***** RECORDS SUPPLIED

"""End to end: a real Prometheus on 127.0.0.1 scrapes a real ``keepset serve`` every second with
a shortened copy of deploy/prometheus/keepset-rules.yml; collapsing traffic makes
KeepsetKeptSetCollapse fire and healthy traffic, run as long, does not."""

from __future__ import annotations

import re
import shutil
import subprocess
import threading
import time
from collections.abc import Callable, Iterator
from pathlib import Path
from typing import Any

import httpx
import numpy as np
import pytest
import yaml
from conftest import Server, auth, free_port, start_server, stop_server
from test_dashboard import load_dashboard, panel_queries, promql_metric_names, substitute

ROOT = Path(__file__).resolve().parents[1]
RULES = ROOT / "deploy" / "prometheus" / "keepset-rules.yml"
ALERT = "KeepsetKeptSetCollapse"
VOCAB = 1000
ROWS = 4
# The copy's rate windows and `for:` durations. 10 s holds about ten 1 s scrapes, enough for
# rate() to be steady; 2 s of `for` still exercises pending before firing.
WINDOW = "10s"
FOR = "2s"
FIRE_DEADLINE_S = 45.0


def shortened_rules(target: Path) -> Path:
    """A copy of the rules with every range selector and `for:` shortened.

    Every window in the rules file is a plain `[<n><unit>]` selector (its header says so), so a
    regex over each expression rewrites them all; thresholds, including the traffic floors, stay
    as they are, so the copy makes the same decisions on a shorter clock.
    """
    data = yaml.safe_load(RULES.read_text())
    rewritten = 0
    for group in data["groups"]:
        for rule in group["rules"]:
            rule["expr"], n = re.subn(r"\[\d+[smhdwy]\]", f"[{WINDOW}]", rule["expr"])
            rewritten += n
            if "for" in rule:
                rule["for"] = FOR
    assert rewritten >= 5, "the rules file has no windows to shorten: the rewrite is stale"
    target.write_text(yaml.safe_dump(data, sort_keys=False))
    return target


class Prometheus:
    def __init__(self, base_url: str, process: subprocess.Popen[bytes], log: Path):
        self.base_url = base_url
        self.process = process
        self.log = log

    def log_tail(self) -> str:
        return self.log.read_text(errors="replace")[-3000:]

    def query(self, promql: str) -> list[dict[str, Any]]:
        reply = httpx.get(f"{self.base_url}/api/v1/query", params={"query": promql}, timeout=5)
        body = reply.json()
        assert reply.status_code == 200 and body["status"] == "success", (promql, body)
        result: list[dict[str, Any]] = body["data"]["result"]
        return result

    def alerts(self, name: str) -> list[dict[str, Any]]:
        reply = httpx.get(f"{self.base_url}/api/v1/alerts", timeout=5)
        reply.raise_for_status()
        return [a for a in reply.json()["data"]["alerts"] if a["labels"]["alertname"] == name]


@pytest.fixture
def keepset(registry: Path) -> Iterator[Server]:
    server = start_server(registry, workers=2, KEEPSET_RELOAD_POLL_SECONDS="0")
    try:
        yield server
    finally:
        stop_server(server)


@pytest.fixture
def prometheus(tmp_path: Path, keepset: Server) -> Iterator[Prometheus]:
    binary = shutil.which("prometheus")
    if binary is None:
        pytest.fail("prometheus is not installed; run deploy/prometheus/install-prometheus.sh")
    rules = shortened_rules(tmp_path / "rules.yml")
    config = {
        "global": {"scrape_interval": "1s", "scrape_timeout": "1s", "evaluation_interval": "1s"},
        "rule_files": [str(rules)],
        "scrape_configs": [
            {
                "job_name": "keepset",
                "static_configs": [{"targets": [keepset.base_url.removeprefix("http://")]}],
            }
        ],
    }
    config_path = tmp_path / "prometheus.yml"
    config_path.write_text(yaml.safe_dump(config))
    port = free_port()
    log = tmp_path / "prometheus.log"
    with log.open("wb") as sink:
        process = subprocess.Popen(
            [
                binary,
                f"--config.file={config_path}",
                f"--storage.tsdb.path={tmp_path / 'tsdb'}",
                f"--web.listen-address=127.0.0.1:{port}",
                "--log.level=warn",
            ],
            stdout=sink,
            stderr=subprocess.STDOUT,
        )
    running = Prometheus(f"http://127.0.0.1:{port}", process, log)
    try:
        deadline = time.monotonic() + 20
        while True:
            assert process.poll() is None, f"prometheus exited:\n{running.log_tail()}"
            assert time.monotonic() < deadline, f"prometheus not ready:\n{running.log_tail()}"
            try:
                if httpx.get(f"{running.base_url}/-/ready", timeout=1).status_code == 200:
                    break
            except httpx.HTTPError:
                pass
            time.sleep(0.2)
        yield running
    finally:
        process.terminate()
        try:
            process.wait(timeout=10)
        except subprocess.TimeoutExpired:
            process.kill()
            process.wait()


class Traffic(threading.Thread):
    """Picks for usher-desk (box-office@1) and surtitle-booth (surtitles@1), until stopped.

    box-office's logits are healthy or collapsing as ``collapse`` says; surtitles' always
    healthy. Each answer's kept sizes are checked, so the test knows what the rules saw.
    """

    def __init__(self, base_url: str, max_requests: int, max_seconds: float):
        super().__init__(daemon=True)
        self.base_url = base_url
        self.max_requests = max_requests
        self.max_seconds = max_seconds
        self.collapse = False
        self.stopping = threading.Event()
        self.error: BaseException | None = None
        self.sent = 0
        self.rng = np.random.default_rng(5)

    def healthy(self) -> list[list[float]]:
        rows: list[list[float]] = (self.rng.standard_normal((ROWS, VOCAB)) * 0.1).round(4).tolist()
        return rows

    def collapsing(self) -> list[list[float]]:
        # One token 20 nats ahead: at temperature 0.4 nothing else is within min_p 0.2 of it.
        array = np.zeros((ROWS, VOCAB))
        array[np.arange(ROWS), self.rng.integers(0, VOCAB, ROWS)] = 20.0
        rows: list[list[float]] = array.tolist()
        return rows

    def pick(self, http: httpx.Client, who: str, collapse: bool) -> None:
        logits = self.collapsing() if collapse else self.healthy()
        reply = http.post("/v1/pick", json={"logits": logits}, headers=auth(who))
        assert reply.status_code == 200, reply.text
        kept = [row["kept"] for row in reply.json()["rows"]]
        assert all(k == 1 for k in kept) if collapse else all(k > 1 for k in kept), (who, kept)
        self.sent += 1

    def run(self) -> None:
        deadline = time.monotonic() + self.max_seconds
        try:
            with httpx.Client(base_url=self.base_url, timeout=10) as http:
                while (
                    not self.stopping.is_set()
                    and self.sent < self.max_requests
                    and time.monotonic() < deadline
                ):
                    self.pick(http, "usher-desk", self.collapse)
                    self.pick(http, "surtitle-booth", False)
                    self.stopping.wait(0.05)
        except BaseException as exc:
            self.error = exc

    def check(self) -> None:
        if self.error is not None:
            raise AssertionError(f"traffic failed: {self.error!r}") from self.error
        assert self.is_alive(), "traffic stopped early (request or time budget spent)"


def wait_for(
    what: str, probe: Callable[[], object], traffic: Traffic, prometheus: Prometheus, seconds: float
) -> float:
    """Poll ``probe`` until it is true; return how long that took."""
    started = time.monotonic()
    while not probe():
        traffic.check()
        assert time.monotonic() - started < seconds, (
            f"{what} not within {seconds} s\n{prometheus.log_tail()}"
        )
        time.sleep(0.5)
    return time.monotonic() - started


def test_collapse_alert_fires_on_collapsing_traffic_only(
    keepset: Server, prometheus: Prometheus
) -> None:
    box = 'policy="box-office", version="1"'
    traffic = Traffic(keepset.base_url, max_requests=3000, max_seconds=120)
    traffic.start()
    try:
        # The healthy phase only counts once the rules see box-office above the traffic floor,
        # with a ratio of 0: before that a silent alert would prove nothing.
        wait_for(
            "box-office rows above the collapse alert's traffic floor",
            lambda: prometheus.query(
                f"policy_version:keepset_kept_tokens_served:rate5m{{{box}}} > 0.2"
                f" and on (job, policy, version) policy_version:keepset_kept_one:ratio_rate5m == 0"
            ),
            traffic,
            prometheus,
            seconds=20,
        )
        healthy_from = time.monotonic()
        # Healthy for two windows plus `for`; collapse below fires in about one window plus
        # `for`, and the test checks that it did take less than this phase lasted.
        while time.monotonic() - healthy_from < 2 * 10 + 2:
            traffic.check()
            active = prometheus.alerts(ALERT)
            assert active == [], f"{ALERT} active on healthy traffic: {active}"
            time.sleep(0.5)
        healthy_seconds = time.monotonic() - healthy_from

        traffic.collapse = True

        def box_office_firing() -> bool:
            for alert in prometheus.alerts(ALERT):
                assert alert["labels"]["policy"] == "box-office", alert  # never surtitles
                if alert["state"] == "firing":
                    return True
            return False

        fire_seconds = wait_for(
            f"{ALERT} firing for box-office@1",
            box_office_firing,
            traffic,
            prometheus,
            seconds=FIRE_DEADLINE_S,
        )
        assert fire_seconds < healthy_seconds, (
            f"collapse took {fire_seconds:.1f} s to fire, but healthy traffic ran only "
            f"{healthy_seconds:.1f} s: the healthy phase proves nothing"
        )
        [alert] = [a for a in prometheus.alerts(ALERT) if a["state"] == "firing"]
        assert alert["labels"] == {
            "alertname": ALERT,
            "job": "keepset",
            "policy": "box-office",
            "version": "1",
            "severity": "ticket",
        }
        assert float(alert["value"]) > 0.9
        assert "box-office@1 keeps a single token" in alert["annotations"]["summary"]
        assert prometheus.query(f'ALERTS{{alertname="{ALERT}", alertstate="firing", {box}}}')
        surtitles = 'policy="surtitles", version="1"'
        [row] = prometheus.query(f"policy_version:keepset_kept_one:ratio_rate5m{{{surtitles}}}")
        assert float(row["value"][1]) == 0.0

        check_dashboard_queries(prometheus)
    finally:
        traffic.stopping.set()
        traffic.join(timeout=15)


def check_dashboard_queries(prometheus: Prometheus) -> None:
    """Every dashboard query runs on the live server; those over metrics this traffic fed
    return data, so their label names and aggregations match what keepset exposes."""
    fed = {
        "keepset_kept_tokens_bucket",
        "keepset_entropy_nats_bucket",
        "keepset_rows_total",
        "keepset_request_duration_seconds_bucket",
        "keepset_request_duration_seconds_count",
        "policy_version:keepset_kept_one:ratio_rate5m",
    }
    empty = []
    for title, expr in panel_queries(load_dashboard()):
        # The sample variable values name usher-desk and box-office@1, which the traffic fed.
        promql = substitute(expr)
        result = prometheus.query(promql)
        if promql_metric_names(expr) <= fed and not result:
            empty.append((title, promql))
    assert not empty, f"dashboard queries without data: {empty}"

**********

[WORK TO COMPLETE]: All lines from the first line of the listing above through the line containing "copy of the" are to be retyped exactly. Leave out any other line.

[RESPONSE BELOW]:
"""End to end: a real Prometheus on 127.0.0.1 scrapes a real ``keepset serve`` every second with
a shortened copy of deploy/prometheus/keepset-rules.yml; collapsing traffic makes
KeepsetKeptSetCollapse fire and healthy traffic, run as long, does not."""

from __future__ import annotations

import re
import shutil
import subprocess
import threading
import time
from collections.abc import Callable, Iterator
from pathlib import Path
from typing import Any

import httpx
import numpy as np
import pytest
import yaml
from conftest import Server, auth, free_port, start_server, stop_server
from test_dashboard import load_dashboard, panel_queries, promql_metric_names, substitute

ROOT = Path(__file__).resolve().parents[1]
RULES = ROOT / "deploy" / "prometheus" / "keepset-rules.yml"
ALERT = "KeepsetKeptSetCollapse"
VOCAB = 1000
ROWS = 4
# The copy's rate windows and `for:` durations. 10 s holds about ten 1 s scrapes, enough for
# rate() to be steady; 2 s of `for` still exercises pending before firing.
WINDOW = "10s"
FOR = "2s"
FIRE_DEADLINE_S = 45.0


def shortened_rules(target: Path) -> Path:
    """A copy of the rules with every range selector and `for:` shortened.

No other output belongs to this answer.